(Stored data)
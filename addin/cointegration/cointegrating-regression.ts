/**
 * The first step of every residual-based cointegration analysis (Engle & Granger 1987):
 * the static least-squares regression of y on the xs and the chosen deterministic terms,
 *   y_t = b_1 x1_t + ... + b_m xm_t [+ c] [+ d t] + u_t,  t = 1..T,
 * with the columns in that order (the reference library's order, so coefficients compare
 * exactly). Its residual u is the estimated equilibrium error that Engle-Granger,
 * Phillips-Ouliaris and the error-correction model all work on.
 */
import { MooringInputError } from '../errors';
import { DETERMINISTIC_WORDS, type Deterministic } from '../result';
import { deterministicColumns, deterministicNames } from '../regression/deterministic-terms';
import { type LeastSquaresFit, leastSquares } from '../regression/least-squares';
import { formatCoefficient, listText } from './wording';

/** R^2 at or above which y counts as an exact combination of the xs: 1 - 100 sqrt(machine epsilon), the reference library's rule. */
export const EXACT_FIT_R_SQUARED = 1 - 100 * Math.sqrt(Number.EPSILON);

/** Names for messages and labels: the dependent series and each regressor. */
export interface SeriesNames {
  y: string;
  xs: string[];
}

export interface CointegratingRegression {
  fit: LeastSquaresFit;
  /** Coefficients on the xs, in order. */
  beta: number[];
  intercept: number | null;
  trendCoefficient: number | null;
  residuals: Float64Array;
  rSquared: number;
  /** True when y is (almost) an exact combination of the xs (R^2 >= EXACT_FIT_R_SQUARED): the residual is rounding noise. */
  exactFit: boolean;
  /** Observations T. */
  nobs: number;
  /** N: y plus the xs. */
  nVariables: number;
  deterministic: Deterministic;
  names: SeriesNames;
}

/** Default names "y", "x1", "x2", ... filled in where the caller gave none. */
export function resolveNames(count: number, names?: Partial<SeriesNames>): SeriesNames {
  const xs = Array.from({ length: count }, (_, i) => names?.xs?.[i] ?? (count === 1 ? 'x' : `x${i + 1}`));
  return { y: names?.y ?? 'y', xs };
}

/** Refuses an unknown deterministic word with the list of known ones. */
export function requireDeterministic(d: unknown): asserts d is Deterministic {
  if (!DETERMINISTIC_WORDS.includes(d as Deterministic)) {
    throw new MooringInputError(`Unknown deterministic terms '${String(d)}': use one of ${DETERMINISTIC_WORDS.join(', ')}.`);
  }
}

/** Refuses series of different lengths or holding a value that is not a finite number, naming the series and row. */
export function requireAlignedSeries(series: readonly ArrayLike<number>[], names: readonly string[]): number {
  const T = series[0].length;
  series.forEach((s, j) => {
    if (s.length !== T) {
      throw new MooringInputError(
        `'${names[j]}' has ${s.length} values but '${names[0]}' has ${T}: the series must cover the same rows (align them first).`,
        `series '${names[j]}'`,
      );
    }
    for (let i = 0; i < T; i++) {
      if (!Number.isFinite(s[i])) {
        throw new MooringInputError(
          `'${names[j]}' has no number at position ${i + 1} (${String(s[i])}): fill or drop the gap before testing.`,
          `series '${names[j]}', position ${i + 1}`,
        );
      }
    }
  });
  return T;
}

/** Fits the cointegrating regression of y on the xs with the given deterministic terms. */
export function cointegratingRegression(
  y: ArrayLike<number>,
  xs: readonly ArrayLike<number>[],
  deterministic: Deterministic,
  names?: Partial<SeriesNames>,
): CointegratingRegression {
  requireDeterministic(deterministic);
  if (!Array.isArray(xs) || xs.length === 0) {
    throw new MooringInputError('A cointegrating regression needs at least one regressor series beside the dependent one.');
  }
  const resolved = resolveNames(xs.length, names);
  const T = requireAlignedSeries([y, ...xs], [resolved.y, ...resolved.xs]);
  const columns = [...xs, ...deterministicColumns(deterministic, T)];
  const fit = leastSquares(y, columns, { names: [...resolved.xs, ...deterministicNames(deterministic)] });
  const m = xs.length;
  const c = fit.coefficients;
  return {
    fit,
    beta: Array.from(c.subarray(0, m)),
    intercept: deterministic === 'none' ? null : c[m],
    trendCoefficient: deterministic === 'trend' ? c[m + 1] : null,
    residuals: fit.residuals,
    rSquared: fit.rSquared,
    exactFit: fit.rSquared >= EXACT_FIT_R_SQUARED,
    nobs: T,
    nVariables: m + 1,
    deterministic,
    names: resolved,
  };
}

/** The relation in words, e.g. "Crude - 1.02 Brent - 3.1" (what the residual measures). */
export function relationText(step1: CointegratingRegression): string {
  const term = (b: number, name: string): string => `${b < 0 ? '+' : '-'} ${formatCoefficient(Math.abs(b))} ${name}`;
  const parts = [step1.names.y, ...step1.beta.map((b, i) => term(b, step1.names.xs[i]))];
  if (step1.intercept !== null) parts.push(`${step1.intercept < 0 ? '+' : '-'} ${formatCoefficient(Math.abs(step1.intercept))}`);
  if (step1.trendCoefficient !== null) parts.push(term(step1.trendCoefficient, 't'));
  return parts.join(' ');
}

/** The null and alternative of a residual-based cointegration test, in words. */
export function cointegrationHypotheses(step1: CointegratingRegression): { nullHypothesis: string; alternative: string } {
  const list = listText([step1.names.y, ...step1.names.xs]);
  return {
    nullHypothesis: `${list} are not cointegrated: the residual of ${step1.names.y} on ${step1.names.xs.join(', ')} has a unit root`,
    alternative: `${list} are cointegrated: ${relationText(step1)} is stationary`,
  };
}
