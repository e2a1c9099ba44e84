/**
 * The parts of a residual-based cointegration result shared by Engle-Granger and
 * Phillips-Ouliaris: the step-1 coefficients as details, the plain-words verdict, and what
 * to say when y is an exact combination of the xs.
 */
import { type ResultDetail, type TestResult, rejects } from '../result';
import { type CointegratingRegression, relationText } from './cointegrating-regression';
import { formatCoefficient, formatPValue, levelText, listText } from './wording';

/** The sentence given when y is an exact combination of the xs. */
export function exactFitVerdict(step1: CointegratingRegression): string {
  return (
    `${listText([step1.names.y, ...step1.names.xs])} move as one up to scale: the residual is zero ` +
    `(R² = ${step1.rSquared.toFixed(7)}), so they are cointegrated exactly and there is nothing left to test.`
  );
}

/** The warning given when y is an exact combination of the xs. */
export function exactFitWarning(step1: CointegratingRegression): string {
  return (
    `${step1.names.y} is an exact combination of ${listText(step1.names.xs)} (R² at or above 1 - 100·sqrt(machine epsilon)): ` +
    'the statistic is reported as minus infinity and the p-value as 0. Check that one column is not a copy or a formula of another.'
  );
}

/** Step-1 coefficients, fit and relation as labelled details. */
export function coefficientDetails(step1: CointegratingRegression): ResultDetail[] {
  const out: ResultDetail[] = step1.beta.map((b, i) => ({ key: `beta${i + 1}`, label: `Coefficient on ${step1.names.xs[i]}`, value: b }));
  if (step1.intercept !== null) out.push({ key: 'intercept', label: 'Intercept', value: step1.intercept });
  if (step1.trendCoefficient !== null) out.push({ key: 'trendCoefficient', label: 'Coefficient on the trend t = 1..T', value: step1.trendCoefficient });
  out.push(
    { key: 'relation', label: 'Equilibrium error (the residual)', value: relationText(step1) },
    { key: 'rSquared', label: 'R² of the cointegrating regression', value: step1.rSquared },
    { key: 'residualSsr', label: 'Residual sum of squares', value: step1.fit.ssr },
  );
  return out;
}

/** "X and Y are cointegrated at the 5% level (tau = -4.1, p = 0.004): X - 1.02 Y - 3.1 is stationary." */
export function residualTestVerdict(test: TestResult, step1: CointegratingRegression, alpha: number): string {
  const all = listText([step1.names.y, ...step1.names.xs]);
  const stat = `${test.statisticName} = ${formatCoefficient(test.statistic)}, ${formatPValue(test.pValue)}`;
  const decision = rejects(test, alpha);
  if (decision === null) return `${all}: the ${levelText(alpha)} decision is not available (${stat}); no table covers ${step1.nVariables} variables at this level.`;
  return decision
    ? `${all} are cointegrated at the ${levelText(alpha)} level (${stat}): ${relationText(step1)} is stationary.`
    : `No evidence at the ${levelText(alpha)} level that ${all} are cointegrated (${stat}).`;
}
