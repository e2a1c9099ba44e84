import { describe, expect, it } from 'vitest';
import { SeededRandom, autoregressive1, randomWalk } from '../../addin/random';
import { adfRegression } from '../../addin/unitroot/adf-regression';
import { glsDetrend } from '../../addin/unitroot/gls-detrend';
import { mStatistics } from '../../addin/unitroot/m-statistics';
import { spectralInputsByGram } from '../../addin/unitroot/m-statistics-long';
import { ngPerronTest } from '../../addin/unitroot/ng-perron';

/**
 * Ng-Perron on long series with many lags takes the residual sum of squares and the lag sum of
 * its autoregression from the cross products, refined (m-statistics-long.ts), instead of QR.
 * Checked here against the QR fit of the same regression on the same detrended series (our own
 * QR, itself checked on NIST's Longley problem in tests/regression/longley.test.ts): all four
 * statistics equal to 1e-10. Invented, seeded data; 20,000 rows with 60 fixed lags put
 * rows x columns^2 past the route's threshold.
 */
describe('Ng-Perron on a long series equals the QR fit of its regression', () => {
  const T = 20_000;
  const lags = 60;
  const series = [
    { name: 'a random walk near 100', values: randomWalk(new SeededRandom(93), T, { start: 100 }) },
    { name: 'a persistent AR(1) around 50', values: autoregressive1(new SeededRandom(94), T, 0.98, 1).map((v) => v + 50) },
  ];
  for (const s of series) {
    for (const deterministic of ['const', 'trend'] as const) {
      it(`gives QR's MZa, MZt, MSB and MPT within 1e-10 (${s.name}, ${deterministic})`, () => {
        const detrended = glsDetrend(s.values, deterministic);
        expect(spectralInputsByGram(detrended.values, lags)).not.toBeNull();
        const qr = mStatistics(detrended.values, adfRegression(detrended.values, lags, 'none'), deterministic, detrended.cbar);
        const result = ngPerronTest(s.values, { deterministic, lags });
        for (const name of ['MZa', 'MZt', 'MSB', 'MPT'] as const) {
          expect(Math.abs(result.statistics[name].statistic - qr[name]) / Math.abs(qr[name])).toBeLessThan(1e-10);
        }
        expect(result.nobs).toBe(T - 1 - lags);
      });
    }
  }
});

## What is being asked
Your task is to reproduce the entries exactly, starting at the first line and ending with the line containing "beta: number[];".

## Answer box
filename addin/cointegration/cointegrating-regression.ts
/**
 * The first step of every residual-based cointegration analysis (Engle & Granger 1987):
 * the static least-squares regression of y on the xs and the chosen deterministic terms,
 *   y_t = b_1 x1_t + ... + b_m xm_t [+ c] [+ d t] + u_t,  t = 1..T,
 * with the columns in that order (the reference library's order, so coefficients compare
 * exactly). Its residual u is the estimated equilibrium error that Engle-Granger,
 * Phillips-Ouliaris and the error-correction model all work on.
 */
import { MooringInputError } from '../errors';
import { DETERMINISTIC_WORDS, type Deterministic } from '../result';
import { deterministicColumns, deterministicNames } from '../regression/deterministic-terms';
import { type LeastSquaresFit, leastSquares } from '../regression/least-squares';
import { formatCoefficient, listText } from './wording';

/** R^2 at or above which y counts as an exact combination of the xs: 1 - 100 sqrt(machine epsilon), the reference library's rule. */
export const EXACT_FIT_R_SQUARED = 1 - 100 * Math.sqrt(Number.EPSILON);

/** Names for messages and labels: the dependent series and each regressor. */
export interface SeriesNames {
  y: string;
  xs: string[];
}

export interface CointegratingRegression {
  fit: LeastSquaresFit;
  /** Coefficients on the xs, in order. */
  beta: number[];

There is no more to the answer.